Having said that, I welcome the regulations and shall support them on behalf of my party, although I hope that the Minister will seriously take on board the concerns that I and others have about the lack of effective cross-departmental working on the matter.

9.20 am

John Healey: In posing his question, the hon. Member for Lewes (Norman Baker) provided the answer himself by demonstrating the degree of cross-Government interest in this complex policy, the requirement on different Departments to contribute to that, and the degree of cross-Government work that is taking place to deliver precisely what we aim for.
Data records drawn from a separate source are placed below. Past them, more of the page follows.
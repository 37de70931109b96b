"""The isochore plot of a finished result: pressure against gas temperature, one line per model.

A view only: it draws the curves the screening already computed (``result["curves"]``) and the
pressures already in the result; it calls no equation of state. Axis values are in the units the
user wrote (``result["display_units"]``), converted with :mod:`screening.units`.

The drawing is meant to survive black-and-white printing: models differ by line style and marker,
the margin band is hatched, the reference lines are labelled in words beside the lines.

Output is SVG text, deterministic for a given result: no date or creator metadata, fixed hash salt,
a fixed font family.
"""

from __future__ import annotations

import base64
import io
import math

import matplotlib

matplotlib.use("Agg")

from matplotlib.backends.backend_svg import FigureCanvasSVG  # noqa: E402
from matplotlib.figure import Figure  # noqa: E402

from screening.units import pressure_in, temperature_in  # noqa: E402

#: Line style, marker and legend name of each model (black on white).
MODEL_STYLE = {
    "reference": dict(linestyle="-", linewidth=2.0, marker="o", label="Reference (Helmholtz EOS)"),
    "generalized": dict(linestyle="--", linewidth=1.6, marker="s", label="Generalized (Lee\u2013Kesler)"),
    "ideal": dict(linestyle=":", linewidth=1.6, marker="^", label="Ideal gas"),
}
MODEL_ORDER = ("reference", "generalized", "ideal")

_RC = {
    "svg.hashsalt": "screening-report",
    "svg.fonttype": "none",
    "font.family": "DejaVu Sans",
    "font.size": 8.5,
    "axes.linewidth": 0.8,
    "hatch.linewidth": 0.6,
    "hatch.color": "#555555",
}


_LABEL_BOX = dict(boxstyle="square,pad=0.15", facecolor="white", edgecolor="none")


def _temp_label(label: str) -> str:
    return {"degC": "°C", "degF": "°F"}.get(label, label)


def margin_line_pa(result: dict) -> float | None:
    """Absolute pressure [Pa] of rated × (1 − required margin), the margin taken on gauge pressure.

    The result's own ``limits.target_peak_pressure_pa`` when it gives one; otherwise display
    arithmetic on two numbers of the result, with the definition ``margin_fraction`` uses
    (1 − peak_gauge / rated_gauge).
    """
    target = (result.get("limits") or {}).get("target_peak_pressure_pa")
    if target is not None:
        return target
    atm = result["site"]["atmospheric_pressure_pa"]
    rated = result["rated_pressure_pa"]
    m = result["required_margin_fraction"]
    if rated is None or m is None:
        return None
    return atm + (rated - atm) * (1.0 - m)


def _finite(x) -> bool:
    return x is not None and isinstance(x, (int, float)) and math.isfinite(x)


def drawable_models(result: dict) -> list[str]:
    """Models with an applicable result and at least two finite points on their curve."""
    curves = result["curves"]
    temps = list(curves.get("temperature_k") or [])
    out = []
    for name in MODEL_ORDER:
        series = curves.get(name)
        if not series or not (result["models"].get(name) or {}).get("applicable"):
            continue
        if sum(1 for t, p in zip(temps, series) if _finite(t) and _finite(p)) >= 2:
            out.append(name)
    return out


def plot_svg(result: dict) -> str:
    """SVG text of the isochore plot of `result`."""
    units = result["display_units"]
    p_unit, t_unit = units["pressure"], units["temperature"]
    atm = result["site"]["atmospheric_pressure_pa"]
    curves = result["curves"]
    models = result["models"]

    def P(pa: float) -> float:
        return pressure_in(pa, p_unit, atm)

    def T(k: float) -> float:
        return temperature_in(k, t_unit)

    with matplotlib.rc_context(_RC):
        fig = Figure(figsize=(6.6, 4.3), dpi=100)
        FigureCanvasSVG(fig)
        ax = fig.add_subplot(1, 1, 1)

        temps_k = list(curves.get("temperature_k") or [])
        drawn = []
        for name in MODEL_ORDER:
            series = curves.get(name)
            model = models.get(name) or {}
            if not series or not model.get("applicable"):
                continue
            xs, ys = [], []
            for t, p in zip(temps_k, series):
                if _finite(t) and _finite(p):
                    xs.append(T(t))
                    ys.append(P(p))
            if len(xs) < 2:
                continue
            style = MODEL_STYLE[name]
            label = style["label"] + ("  \u2190 governs" if name == result["governing_model"] else "")
            ax.plot(xs, ys, color="black", linestyle=style["linestyle"], linewidth=style["linewidth"],
                    label=label, zorder=3)
            drawn.append(name)
            peak = model.get("peak_pressure_pa")
            if _finite(peak) and _finite(result["worst_case_temperature_k"]):
                ax.plot([T(result["worst_case_temperature_k"])], [P(peak)], linestyle="none",
                        marker=style["marker"], markersize=6, markerfacecolor="white",
                        markeredgecolor="black", markeredgewidth=1.1, zorder=5)

        # Fill point: the stated fill pressure, or (fill by mass) the governing curve at the fill temperature.
        fill = result["fill"]
        t_fill = fill["temperature_k"]
        p_fill = fill.get("pressure_pa")
        if p_fill is None and result["governing_model"] in drawn and _finite(t_fill):
            # Fill by mass: place the marker on the governing curve (straight-line reading between its points).
            pts = [(t, p) for t, p in zip(temps_k, curves[result["governing_model"]]) if _finite(t) and _finite(p)]
            for (ta, pa), (tb, pb) in zip(pts, pts[1:]):
                if ta <= t_fill <= tb and tb > ta:
                    p_fill = pa + (pb - pa) * (t_fill - ta) / (tb - ta)
                    break
        if _finite(p_fill) and _finite(t_fill):
            ax.plot([T(t_fill)], [P(p_fill)], linestyle="none", marker="D", markersize=6.5,
                    markerfacecolor="black", markeredgecolor="black", zorder=6, label="Fill state")

        peak = result["peak_pressure_pa"]
        t_wc = result["worst_case_temperature_k"]
        if _finite(peak) and _finite(t_wc):
            ax.plot([T(t_wc)], [P(peak)], linestyle="none", marker="*", markersize=13,
                    markerfacecolor="black", markeredgecolor="white", markeredgewidth=0.6, zorder=7,
                    label="Worst case (governing model)")

        ax.autoscale(enable=True, axis="x", tight=True)
        x0, x1 = ax.get_xlim()
        if _finite(t_wc):
            x1 = max(x1, T(t_wc) + 0.02 * (x1 - x0 or 1.0))
        if _finite(t_fill):
            x0 = min(x0, T(t_fill) - 0.02 * (x1 - x0 or 1.0))
        ax.set_xlim(x0, x1)

        # Horizontal reference lines, labelled on the plot (no colour needed to tell them apart).
        rated = result["rated_pressure_pa"]
        relief = result["relief_set_pressure_pa"]
        m_line = margin_line_pa(result)
        if _finite(rated):
            ax.axhline(P(rated), color="black", linewidth=1.8, linestyle="-", zorder=2)
            ax.annotate("rated", xy=(0.005, P(rated)), xycoords=("axes fraction", "data"),
                        xytext=(2, 2), textcoords="offset points", ha="left", fontsize=7.5, fontweight="bold",
                        bbox=_LABEL_BOX)
        if _finite(m_line) and _finite(rated):
            ax.axhline(P(m_line), color="black", linewidth=1.0, linestyle=(0, (6, 2)), zorder=2)
            ax.axhspan(P(m_line), P(rated), facecolor="none", edgecolor="#777777", hatch="////",
                       linewidth=0, zorder=1)
            pct = 100.0 * result["required_margin_fraction"]
            ax.annotate(f"rated \u00d7 (1 \u2212 {pct:g} %)", xy=(0.005, P(m_line)),
                        xycoords=("axes fraction", "data"), xytext=(2, -3), textcoords="offset points",
                        ha="left", va="top", fontsize=7.5, bbox=_LABEL_BOX)
        if _finite(relief):
            ax.axhline(P(relief), color="black", linewidth=1.2, linestyle=(0, (8, 2, 1.5, 2)), zorder=2)
            ax.annotate("relief set", xy=(0.005, P(relief)), xycoords=("axes fraction", "data"),
                        xytext=(2, 2), textcoords="offset points", ha="left", fontsize=7.5, bbox=_LABEL_BOX)
        if _finite(t_wc):
            ax.axvline(T(t_wc), color="black", linewidth=0.9, linestyle=(0, (1, 2)), zorder=2)
            ax.annotate("worst-case\ntemperature", xy=(T(t_wc), 0.03), xycoords=("data", "axes fraction"),
                        xytext=(-4, 0), textcoords="offset points", ha="right", fontsize=7.5)

        t_full = (result.get("limits") or {}).get("liquid_full_temperature_k")
        if _finite(t_full) and x0 <= T(t_full) <= x1:
            ax.axvline(T(t_full), color="black", linewidth=0.9, linestyle=(0, (4, 1.5, 1, 1.5, 1, 1.5)), zorder=2)
            ax.annotate("liquid fills\nthe vessel", xy=(T(t_full), 0.97), xycoords=("data", "axes fraction"),
                        xytext=(-4, 0), textcoords="offset points", ha="right", va="top", fontsize=7.5,
                        bbox=_LABEL_BOX)

        ax.margins(y=0.08)
        ax.set_xlabel(f"Gas temperature [{_temp_label(t_unit)}]")
        ax.set_ylabel(f"Pressure [{p_unit}]")
        ax.grid(True, color="#bbbbbb", linewidth=0.4, linestyle="-")
        ax.set_axisbelow(True)
        if ax.get_legend_handles_labels()[0]:
            ax.legend(loc="upper center", bbox_to_anchor=(0.5, -0.16), ncol=3, frameon=False, fontsize=7.5,
                      handlelength=3.2, columnspacing=1.6)
        fig.tight_layout(pad=0.4)

        buf = io.StringIO()
        fig.savefig(buf, format="svg", metadata={"Date": None, "Creator": None, "Format": None, "Type": None})
    return buf.getvalue()


def svg_data_uri(svg_text: str) -> str:
    """A data: URI carrying the SVG text (base64, so no character of it can leave the attribute)."""
    return "data:image/svg+xml;base64," + base64.b64encode(svg_text.encode("utf-8")).decode("ascii")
In many ways that is encapsulated both in last month's energy White Paper, which was a product of detailed discussions throughout the Government, with major inputs from DEFRA, the DTI and the Treasury, and, of more relevance to the substance of today's discussion, in the draft CHP strategy that we published in May 2002. Once again, that process drew on expertise that is found in different parts of Government and was pulled together in precisely the same way that we are implementing the strategies and cross-departmental working that underpin the regulations.

If the hon. Gentleman has read the energy White Paper and the draft CHP strategy, he will know that we have considered the question of a CHP obligation akin to the renewables obligation. CHP is an efficient form of generation, but still uses fossil fuels. The environmental gains from CHP generation are simply not comparable with renewables as a form of power generation, and the environmental case is therefore simply not consistent, even though the call that the hon. Gentleman issued is superficially attractive.

The hon. Member for Hertford and Stortford put some detailed points and questions to me. I welcome his welcome of the regulations, and I am especially glad that they will benefit JJ Green Generation. I had not heard of tomato-powered electricity generation before, but if the hon. Gentleman wants to supply me with more details, I should be interested to learn more.

The hon. Gentleman's comments went much wider than the regulations. The climate change levy produces no revenue gain to the Treasury, but is part of the package of measures that we are introducing to tackle the very serious global problems of climate change and global warming that we in this country simply cannot duck. The UK has the climate change levy, and 10 other European Union states have, or plan to introduce, such an energy tax or carbon tax. The climate change levy is a small part of any business's energy costs, which are a relatively small part of total business costs. It is important to keep any discussion about the scale and impact of the climate change levy in proper proportion.

The hon. Gentleman neglected to say that the CBI-EEF survey that was published in October confirmed that the climate change levy is beginning to achieve its principal purpose of encouraging business to use energy more efficiently. The survey demonstrated that 74 per cent. of large firms have, or plan to introduce, measures to improve the efficiency of their electricity use, and that 43 per cent. of small firms are doing the same.

Finally, I tell the hon. Gentleman that we shall of course keep the operation of the climate change levy under review. He should regard what we are discussing as evidence that we are prepared to improve and refine the operation of the climate change levy exactly as we are doing this morning for CHP operators where there is a good economic and environmental case for doing so.